Good point. Thanks for bringing that up. Before the transplant, I gave it foliage spray of Thrive Alive and sugardaddy, and added some rooting additive to my water 2 days after the transplant. The other plant has got distilled water. At the least it shows what nutes do to a plant. Has me convinced. I have topped that plant since the pic and it has some awesome looking shoots coming out. Thanks again TLD


----------



## wonderblunder (Oct 10, 2009)

BlackRoses said:


> Your grow room is looking so pretty wonder.. Gotta love growing weed.


Thanks Blackrose, My biggest plant is apout 2+ feet wide and lil under 2 feet tall. Flo, and she is very pretty. My bluebery plants are very scrumptious. I ended up with 5/6 females so far and one hasnt shown. Im loving feminized seeds! 
Thanks for coming by. 
Any tips for flowering?
I am about 10 days in.
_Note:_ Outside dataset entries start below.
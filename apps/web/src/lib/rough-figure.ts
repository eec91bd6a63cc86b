import { formatFigure } from '@masswright/units';

type Steps = readonly (readonly [from: number, symbol: string, size: number])[];

const lengths: Steps = [
  [1000, 'km', 1000],
  [1, 'm', 1],
  [1e-3, 'mm', 1e-3],
  [0, 'µm', 1e-6],
];
const masses: Steps = [
  [1e9, 'Mt', 1e9],
  [1e6, 'kt', 1e6],
  [1e3, 't', 1e3],
  [1, 'kg', 1],
  [1e-3, 'g', 1e-3],
  [1e-6, 'mg', 1e-6],
  [0, 'µg', 1e-9],
];

function write(value: number, steps: Steps, digits: number): { figure: string; unit: string } {
  const step = steps.find(([from]) => Math.abs(value) >= from);
  if (!step || !Number.isFinite(value)) return { figure: '–', unit: '' };
  return { figure: formatFigure(value / step[2], { digits }), unit: step[1] };
}

/** A length or a mass of whatever size, in the unit in which it reads easily: for judging by eye, never for a record. */
export const writeRoughLength = (lengthM: number, digits = 3): { figure: string; unit: string } => write(lengthM, lengths, digits);
export const writeRoughMass = (massKg: number, digits = 3): { figure: string; unit: string } => write(massKg, masses, digits);
export const sayRoughLength = (lengthM: number): string => Object.values(writeRoughLength(lengthM)).join(' ');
Would like to add another flower nute to have bigger buds? any ideas let me know


----------



## nlbomberfost (Oct 11, 2009)

i've been using the iguana juice and its working great. smells like dead rotting fish so don't get any on you or your clothes or any belongings for that matter. but it works awesome, i've seen a huge improvement in my flowering since. 
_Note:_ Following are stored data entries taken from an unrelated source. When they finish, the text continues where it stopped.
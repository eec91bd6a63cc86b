import { formatCount } from '@masswright/units';

/** "1 part", "2 parts", thousands set off. */
export function countOf(count: number, one: string, many = `${one}s`): string {
  return `${formatCount(count)} ${count === 1 ? one : many}`;
}
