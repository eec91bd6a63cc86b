import type { Problem } from '@masswright/contracts';

/** The api refused, and said why in a sentence for people. */
export class ProblemError extends Error {
  readonly problem: Problem;

  constructor(problem: Problem) {
    super(problem.detail);
    this.name = 'ProblemError';
    this.problem = problem;
  }
}

/** No answer came: the network is down, or the server is. */
export class ConnectionError extends Error {
  constructor(cause: unknown) {
    super('Masswright could not be reached. Check the connection; nothing that was saved is lost.', { cause });
    this.name = 'ConnectionError';
  }
}

export function isProblem(error: unknown, code: Problem['code']): error is ProblemError {
  return error instanceof ProblemError && error.problem.code === code;
}

/** A sentence that can be shown for any failure. */
export function getSentence(error: unknown): string {
  if (error instanceof ProblemError || error instanceof ConnectionError) return error.message;
  return 'Something went wrong in this page. Try again; if it stays, reload the page.';
}

/** Asking again helps where nothing was decided: no connection, or a server that is starting or overloaded. */
export function isWorthAnotherTry(error: unknown): boolean {
  return error instanceof ConnectionError || (error instanceof ProblemError && error.problem.status >= 500);
}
also that upside down bag plant, what a sweet idea, i can't wait to see how that turns out.

subscribed.


----------



## wonderblunder (Oct 11, 2009)

I have some flowering 5 part flowering nute system along with guano teas, and foliage sprays. In my grow room I don't think the rotting fish smell would fly. Buy maybe some day. Its a Topsy Turvey I should have vegged it longer before flipping it over.


----------



## nlbomberfost (Oct 11, 2009)

wonderblunder said:


> I have some flowering 5 part flowering nute system along with guano teas, and foliage sprays. In my grow room I don't think the rotting fish smell would fly. Buy maybe some day. Its a Topsy Turvey I should have vegged it longer before flipping it over.


it only smells if you spill it not when you feed other wise i'd be screwed too. i just mixed a full gallon and keep it for feeding.


----------



## wonderblunder (Oct 11, 2009)

I think organic stuff like that you should use within 24 hours. Thats how it is with guano teas and what not. post a link to your grow in here. Id like to check it out.


----------



## wonderblunder (Oct 11, 2009)

I did a lot of work in the grow room today. Those big plants are finally gone! Got my shelves built. Im excited for the self SOG. SHould go well. I have 8 that are in 1/2 gallon bags, getting ready for 1 gallon pots and then on to the shelves. I also have 2 larger blueberry plants that are going onto the shelves as well. All lollipopped. Should be sweet. Ready for the SOG. Have never had big colas so Im excited.

Any other suggestions on flowering additives? I want the good stuff for the big buds.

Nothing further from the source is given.